After bundling, prune older runs to keep the last 5:

```sh
ls -1t .evidence | tail -n +6 | xargs -I{} rm -rf ".evidence/{}"
```

Once evidence is uploaded to a PR via `bun run upload:evidence` (see `scripts/upload-evidence.mjs`), the canonical copy lives on GitHub's `user-attachments/assets/...` CDN — videos play inline, images embed natively. Local `.evidence/` is just scratch. Note: this requires a one-time `bun run setup:attach` to log into github.com via Chromium; the cookies live in `~/.local/state/aiatelie/` (per-user, never committed).

## Known failure modes

- **`:5173` taken by stale Vite.** Diagnose with `lsof -ti:5173`; surface the PID to the user. Don't auto-kill.
- **Headless vs headed divergence.** Some CSS (`:focus-visible`, scrollbar widths) renders differently. Use `--headed` for visual evidence runs.
- **`localhost` vs `127.0.0.1`.** Vite 8.x binds to `localhost` (which resolves to IPv6 `::1` on macOS), not `127.0.0.1`. Always use `localhost:5173`; `curl 127.0.0.1:5173` will fail.
- **MJS test files masquerading as Playwright specs.** The existing `web/tests/test-*.mjs` are *integration tests*, NOT Playwright specs.

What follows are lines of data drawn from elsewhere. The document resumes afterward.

from dataclasses import replace

import pytest

from diskwatch.machine.blocks import physical_drives
from diskwatch.machine.here import found_of, lies_on, mount_of
from diskwatch.machine.mounts import parse
from diskwatch.records import Identity
from tests.machine.trees import Tree


def test_a_drive_is_known_again_by_its_name_wherever_it_is_plugged_in(tree: Tree):
    tree.sata("sda", "8:0")
    tree.sata("sdb", "8:16", port=4, serial="INV-A-0002", wwid="naa.5000f00000000002")
    first, second = physical_drives(tree.sys)
    moved = replace(second.place, device="/dev/sda", bay=None)
    assert found_of(second.drive, moved, physical_drives(tree.sys)) == second
    assert found_of(first.drive, first.place, [second]) is None


def test_an_invented_drive_is_not_taken_for_the_one_that_has_its_device(tree: Tree):
    tree.sata("sda", "8:0")
    (found,) = physical_drives(tree.sys)
    invented = Identity(wwn="naa.5fffff0000000001", model="INVENTED", serial="INVENTED-1", path="/dev/sda")
    other = replace(found.drive, identity=invented, capacity_bytes=4 * 10**12)
    assert found_of(other, found.place, [found]) is None
    assert found_of(replace(other, capacity_bytes=None), found.place, [found]) is None


def test_behind_an_adapter_device_bay_and_size_stand_for_the_name(tree: Tree):
    tree.usb(serial="BRIDGE-1")
    (found,) = physical_drives(tree.sys)
    said = Identity(wwn="naa.5fffff0000000001", model="INVENTED", serial="INVENTED-1", path="/dev/sdb")
    drive = replace(found.drive, identity=said)
    assert found_of(drive, found.place, [found]) == found
    assert found_of(replace(drive, capacity_bytes=1), found.place, [found]) is None
    assert found_of(drive, replace(found.place, bay=None), [found]) is None


def test_two_that_could_be_meant_are_none(tree: Tree):
    tree.sata("sda", "8:0")
    (found,) = physical_drives(tree.sys)
    assert found_of(found.drive, found.place, [found, found]) is None


def test_a_folder_lies_on_the_drive_that_carries_its_mount(tree: Tree, tmp_path):
    disk, other = (
        tree.sata("sda", "8:0"),
        tree.sata("sdb", "8:16", port=4, serial="B", wwid="naa.5000f00000000002"),
    )
    tree.mount("8:1", "/", "ext4", "/dev/sda1")
    tree.partition(disk, "sda1", "8:1")
    tree.partition(other, "sdb1", "8:17")
    tree.mount("8:17", str(tmp_path), "ext4", "/dev/sdb1")
    first, second = physical_drives(tree.sys)

    def on(folder, found):
        return lies_on(folder, found, sys_root=tree.sys, proc_root=tree.proc, dev_root=tree.dev)

    assert on(tmp_path / "not" / "there" / "yet", second)
    assert not on(tmp_path, first)
    assert on(tmp_path.parent, first)


def test_a_folder_in_memory_lies_on_no_drive(tree: Tree, tmp_path):
    tree.sata("sda", "8:0")
    tree.mount("0:30", str(tmp_path), "tmpfs", "tmpfs")
    (found,) = physical_drives(tree.sys)
    assert not lies_on(tmp_path, found, sys_root=tree.sys, proc_root=tree.proc, dev_root=tree.dev)
    (tree.proc / "1" / "mountinfo").write_text("")
    assert not lies_on(tmp_path, found, sys_root=tree.sys, proc_root=tree.proc, dev_root=tree.dev)


@pytest.mark.parametrize(
    ("folder", "source"), [("/", "root"), ("/homes", "root"), ("/home", "late"), ("/home/me/x", "late")]
)
def test_the_longest_and_latest_mount_holds_a_folder(folder, source):
    lines = parse(
        "1 0 8:1 / / rw - ext4 root rw\n2 1 8:2 / /home rw - ext4 early rw\n3 1 8:3 / /home rw - ext4 late rw\n"
    )
    found = mount_of(folder, lines)
    assert found is not None
    assert found.source == source
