from diskwatch.machine.document import (
    dig,
    document_of,
    flag_at,
    in_shape,
    messages,
    natural_at,
    number_at,
    plain_lines,
    rows_at,
    text_at,
)


def test_only_a_json_object_is_a_document():
    assert document_of('{"a": 1}') == {"a": 1}
    for output in (
        "",
        "smartctl 7.3",
        "[1]",
        '{"a": 1',
        '{"a":' * 100_000,
        "{} trailing",
        '{"a": ' + "9" * 5_000 + "}",
    ):
        assert document_of(output) is None


def test_a_number_of_128_bits_stays_exact():
    document = document_of(f'{{"log": {{"data": {2**128 - 1}}}}}')
    assert number_at(document, "log", "data") == 2**128 - 1


def test_the_exact_text_beside_a_large_number_is_taken():
    assert number_at({"data": 3.4e38, "data_s": str(2**128 - 1)}, "data") == 2**128 - 1
    assert number_at({"data": 7, "data_s": "not a number"}, "data") == 7


def test_what_is_missing_or_of_another_sort_is_none():
    document = {"a": {"b": True, "c": 1.5, "d": "x", "e": [1, {"f": 2}]}}
    assert number_at(document, "a", "b") is None
    assert number_at(document, "a", "c") is None
    assert number_at(document, "a", "d", "deeper") is None
    assert text_at(document, "a", "b") is None
    assert flag_at(document, "a", "d") is None
    assert rows_at(document, "a", "e") == ({"f": 2},)
    assert rows_at(document, "a", "d") == ()
    assert dig(document, "none", "none") is None


def test_a_number_that_a_field_cannot_hold_is_none():
    row = {"value": 256, "worst": -1, "hours": 0}
    assert natural_at(row, "value") == 256
    assert natural_at(row, "value", most=255) is None
    assert natural_at(row, "worst") is None
    assert natural_at(row, "hours") == 0
    assert natural_at(row, "none") is None


def test_a_document_is_in_shape_unless_a_member_is_of_another_sort_than_smartctl_writes():
    assert in_shape({})
    assert in_shape({"smartctl": {"version": [7, 3]}, "serial_number": "INVENTED-1", "unknown": 5})
    assert not in_shape({"smartctl": {"version": "7.3"}})
    assert not in_shape({"serial_number": 7})
    assert not in_shape({"power_on_time": [1]})


def test_the_plain_text_and_the_complaints_are_found():
    document = {
        "smartctl": {"output": ["one", 2, "three"], "messages": [{"string": "bad"}, {"severity": "x"}, 3]}
    }
    assert plain_lines(document) == ("one", "three")
    assert messages(document) == ("bad",)
    assert plain_lines({}) == ()
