"""Answers as a broken tool, a dying drive or another locale may give them."""

import random
import re

from diskwatch.machine.text import decoded

NOISE = "0123456789 :=.,-+\t\x00\x1b\x9b\u202e[]()#%/xXhn"


_APART = (".", "'", "\u2019", " ", "\u00a0", "\u202f", "\u00ff", "\ufffd", "")
_DIGITS = str.maketrans("0123456789", "\u0660\u0661\u0662\u0663\u0664\u0665\u0666\u0667\u0668\u0669")


def localised(text: str, dice: random.Random) -> str:
    """An answer as another locale has it: thousands set apart otherwise, decimal commas, other digits."""
    kind = dice.randrange(3)
    if kind == 0:
        return re.sub(r"(?<=[0-9]),(?=[0-9]{3})", dice.choice(_APART), text)
    if kind == 1:
        return re.sub(r"(?<=[0-9])[.](?=[0-9])", ",", text)
    return text.translate(_DIGITS)


def flipped(text: str, dice: random.Random) -> str:
    """An answer with some of its bits turned over, as bytes, and read as what it is then."""
    output = bytearray(text.encode("utf-8"))
    for _ in range(dice.randint(1, 8)):
        if output:
            output[dice.randrange(len(output))] ^= 1 << dice.randrange(8)
    return decoded(bytes(output))


def mutated(text: str, dice: random.Random) -> str:
    """An answer as a broken tool, a dying drive or another locale may give it."""
    how = dice.randrange(8)
    if how < 2:
        text = (localised, flipped)[how](text, dice)
        if dice.random() < 0.5:
            return text
    lines = text.split("\n")
    for _ in range(dice.randint(1, 6)):
        kind = dice.randrange(6)
        spot = dice.randrange(len(lines))
        letters = lines[spot]
        at = dice.randrange(len(letters) + 1)
        if kind == 0:
            lines = lines[: spot + 1]
            lines[-1] = letters[:at]
        elif kind == 1:
            lines.insert(dice.randrange(len(lines)), letters)
        elif kind == 2:
            del lines[spot]
            lines = lines or [""]
        elif kind == 3:
            lines[spot] = letters[:at] + dice.choice(NOISE) + letters[at + 1 :]
        elif kind == 4:
            lines[spot] = letters[:at] + dice.choice(NOISE) * dice.randint(1, 3) + letters[at:]
        else:
            lines[spot] = letters[:at] + letters[at + dice.randint(1, 5) :]
    return "\n".join(lines)
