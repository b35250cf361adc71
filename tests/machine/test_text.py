import pytest
from hypothesis import given, strategies as st

from diskwatch.machine.text import Sheet, decoded, hexadecimal, is_of_smartctl, lines_of, names_version, whole


@pytest.mark.parametrize(
    ("text", "number"),
    [
        ("0", 0),
        ("1,911", 1_911),
        ("158,333,549 [81.0 TB]", 158_333_549),
        ("24’646’582 [12.6 TB]", 24_646_582),
        ("29.426.647 [15,0 TB]", 29_426_647),
        ("1 000 204 886 016 [1,00 TB]", 1_000_204_886_016),
        ("500\u00a0107\u00a0862\u00a0016 bytes [500 GB]", 500_107_862_016),
        ("500\ufffd107\ufffd862\ufffd016 [500 GB]", 500_107_862_016),
        ("340,282,366,920,938,463,463,374,607,431,768,211,455", 2**128 - 1),
        ("100%", 100),
        ("41 Celsius", 41),
        ("7200 rpm", 7_200),
    ],
)
def test_a_number_is_read_whole_however_its_thousands_are_set_apart(text: str, number: int):
    assert whole(text) == number


@pytest.mark.parametrize(
    "text", ["", "-", "4,830,6x6", "12,34", "1,2345", "1,234.567", "1.5", "33124h+17m", "<not available>", "٣"]
)
def test_half_a_number_is_no_number(text: str):
    assert whole(text) is None


@given(st.integers(0, 2**128), st.sampled_from([",", ".", "'", "’", "\u00a0", "\u202f"]))
def test_setting_thousands_apart_never_changes_the_number(number: int, apart: str):
    assert whole(f"{number:,}".replace(",", apart)) == number


@given(st.integers(0, 2**64))
def test_hexadecimal_numbers_come_back(number: int):
    assert hexadecimal(f"0x{number:02x}") == number


def test_hexadecimal_without_its_mark_or_with_more_behind_it_is_no_number():
    assert hexadecimal("10") is None
    assert hexadecimal("0x10 0x20") is None


def test_labels_are_found_whatever_blanks_they_are_padded_with():
    sheet = Sheet.of(["Warning  Comp. Temperature Time:    7", "  number of hours powered up = 8347.20"])
    assert sheet.get("Warning Comp. Temperature Time") == "7"
    assert sheet.get("number of hours powered up") == "8347.20"


def test_an_empty_value_gives_way_to_a_later_one_and_then_to_none():
    sheet = Sheet.of(["Serial Number:", "Serial number:   AB12", "Revision:"])
    assert sheet.get("Serial Number") == "AB12"
    assert sheet.get("Revision") is None
    assert sheet.get("Product") is None


def test_a_label_that_stands_twice_keeps_both_values():
    sheet = Sheet.of(
        ["SMART support is: Available - device has SMART capability.", "SMART support is: Disabled"]
    )
    assert sheet.all("SMART support is") == ("Available - device has SMART capability.", "Disabled")


@given(st.binary(max_size=200))
def test_any_bytes_become_text_and_lines(output: bytes):
    Sheet.of(decoded(output).splitlines())


@pytest.mark.parametrize(
    ("line", "version", "own"),
    [
        ("smartctl 7.3 2022-02-28 r5338 [x86_64-linux-6.1.0] (local build)", True, True),
        ("smartctl pre-7.5 2024-11-01 r5600", True, True),
        ("smartctl version 5.38", True, True),
        ("Smartctl open device: /dev/sdq [SAT] failed: Input/output error", False, True),
        ("Read Device Identity failed: Input/output error", False, True),
        ("=== START OF INFORMATION SECTION ===", False, True),
        ("smartctl: command not found", False, False),
        ("AAAA", False, False),
        ("", False, False),
    ],
)
def test_the_tools_version_is_told_from_its_complaints_and_both_from_words_of_others(
    line: str, version: bool, own: bool
):
    assert (names_version(line), is_of_smartctl(line)) == (version, own)


def test_a_line_ends_at_a_line_feed_and_nowhere_else():
    assert lines_of("a\r\nSerial Number: X\x1c\x85\u2028\x0bY\n\nb\n") == (
        "a",
        "Serial Number: X\x1c\x85\u2028\x0bY",
        "",
        "b",
    )
    assert lines_of("") == ()
    assert lines_of("\n") == ("",)


@given(st.text(alphabet="ab \n", max_size=20))
def test_text_without_odd_letters_is_split_as_always(text: str):
    assert lines_of(text) == tuple(text.splitlines())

Don't put `.spec.ts` files in `web/tests/` root; only under `web/tests/e2e/`.
- **Bun loader edge cases.** Install Playwright with `bun add`, but **run** with `bunx playwright test` — Playwright's runner doesn't fully support Bun's loader at the time of writing.
- **Evidence too large.** A 5-min Playwright recording at native fps is ~20MB. Compress with `ffmpeg -filter:v "setpts=0.25*PTS,scale=1024:-2" -an -c:v libx264 -preset fast -crf 28 -movflags +faststart -y out.mp4` (4× speed, 1024w, no audio, web-tuned). Yields ~300KB / ~13s — small enough that the user-attachments inline player loads fast, fast enough to watch, still shows the entire idle → busy → completion arc.
- **Stopping the recording mid-stream.** The single most common evidence failure mode. See "Evidence MUST show the post-completion state" above.

## Anti-patterns the skill must refuse

- **Submitting evidence that ends while the agent is still working.** No matter how good the in-flight footage looks, if the recording stops before the post-completion state, the evidence is incomplete and the PR review will (correctly) bounce.
- **Capturing only the chat sidebar without the canvas.** The chat is the harness; the canvas is the product. A screenshot of just the chips proves the harness reacted, not that the user-visible result rendered. Default to a prompt that updates the iframe so a single full-page screenshot covers both.
- **Hiding agent failures.** If the API errors or rate-limits or refuses, capture that screenshot AND explain it in the PR body. "The flow ran, the agent declined for X reason, here's what the UI did when that happened" is much better evidence than no evidence.
- **Burning Opus on dogfood runs.** Set `editor-model-id` to `claude-sonnet-4-6` via the init script (see "Use Sonnet, not Opus" above). Opus is for the maintainer's real feature work, not the harness check.
- **Aborting / cancelling the run** to save time on the capture. The point of evidence is the full flow; if you cancel, you're not proving anything happened.
- **Sleep-then-screenshot** as a fake completion signal. Use a real signal (busy state cleared, file modified, DOM mutation) — never a fixed timeout.
- **"It worked when I ran it manually"** — without captured evidence, this doesn't appear in the PR. Re-run with capture before submitting.

## Reporting back

When you finish, output a structured block the orchestrator (`ship-task`) can parse:

```
VERIFY-RESULT: pass | fail
EVIDENCE-DIR: .evidence/<ISO-timestamp>-<slug>/
ARTIFACTS:
  - .evidence/<.../video.webm>
  - .evidence/<.../before.png>
  - .evidence/<.../after.png>
ACCEPTANCE-CRITERIA:
  - [✓] Criterion 1 (assertion: ...)
  - [✓] Criterion 2 (assertion: ...)
```

If the run failed, do NOT delete the failure artifacts. Surface them so the user can debug.

## See also

- `playwright.config.ts` — the canonical config (artifact policy, baseURL, webServer).
- `web/tests/e2e/README.md` — contributor-facing e2e overview.
- `.claude/skills/ship-task/SKILL.md` — the orchestrator that calls this skill.